There are a zillion reasons why writing about your hobby is a helluva way to earn a living, and one of the best is that focusing on a particular subject brings back to life great memories from another era.
Such was the case last week when I did a cover feature for Sports Collectors Digest about Sandy Koufax. Few baseball greats of the postwar era have kept a lower profile than the reclusive Koufax, so it was neat to have an excuse to dig back into his history in preparing the article. I had read Jane Leavy’s marvelous book, Sandy Koufax: A Lefty’s Legacy (HarperCollins, 2003), several years ago, but this afforded yet another chance to meet the greatest hero of my youth who wasn’t named Aaron.
(Sandy Koufax original artwork by acclaimed sports artist Ron Stark; www.ronstarkstudios.com)
I followed Koufax’s incredible run from 1961-66, and anguished with the rest of the nation when he retired prematurely after that 1966 season. For virtually that entire span, in the days when the newspaper was the way you followed your favorite teams and players, I would quickly scramble to the box scores to see if he had pitched a shutout. The win was always assumed. To get to watch him on television was a special, if rare treat, a situation made even more intolerable by the fact that his World Series appearances would often come in the middle of the school day. I know it doesn’t match political correctness to say this, but I am certain there was nothing taking place at Johnstown High School in 1963, 1965 or 1966 of even remotely equal importance to watching the greatest pitcher of my lifetime on the grandest stage.
It was that kind of allegiance that prompted me to blow off any kind of a reasonable examination of the World’s Fair in New York in 1964 because Koufax was pitching in a doubleheader at Shea Stadium. True, I may have missed something (at the very least a chance to shake Bill Russell’s hand at the Schaefer Beer Pavilion), but it’s not a decision I regret in the least.

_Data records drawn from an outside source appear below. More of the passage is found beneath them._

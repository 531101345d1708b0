// SPDX-License-Identifier: GPL-3.0-or-later
#pragma once

#include <string>
#include <string_view>

namespace spanwright {

/// A unit as the SI data model (D-SI 2.2) writes it, and the power of ten by which a value in the printed unit is multiplied for it.
struct DigitalUnit {
    std::string name;
    int exponent = 0;
};

/// The D-SI form of a unit as printed: "mA" is \milli\ampere, "bar" is \pascal with 10^5. A unit that is not known is passed on
/// with a leading "|", as the data model asks for units outside it; an empty one is \one.
DigitalUnit digitalUnit(std::string_view printed);

/// Digits times 10^exponent, without computing: "4.9999" and 5 give "4.9999E5".
std::string scaledDigits(const std::string& digits, int exponent);

} // namespace spanwright
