// SPDX-License-Identifier: GPL-3.0-or-later
#pragma once

#include <string>

namespace spanwright {

/// The shortest text that reads back as the same double, without an exponent where that is not longer by much.
std::string shortText(double value);
/// Digits after the point of a plain number; 0 for one with an exponent.
int decimalsIn(const std::string& text);

} // namespace spanwright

I offer one morsel from the Koufax article (in the May 15 issue of SCD):
It seems some of the greatest players often have to contend with the odd paradox here and there: Lou Gehrig, one of the greatest players in baseball history, is most often remembered for showing up for work; Joe DiMaggio played on 10 pennant-winning teams but is most often remembered for a silly hitting streak that bears little relation to winning or losing; and Sandy Koufax, the most dominant hurler of his generation, whose name often evokes a recollection of a game that he didn’t pitch rather than those he did. Koufax would not pitch the opening game of the 1965 World Series against the Twins because it fell on Yom Kippur, the holiest of Jewish holidays.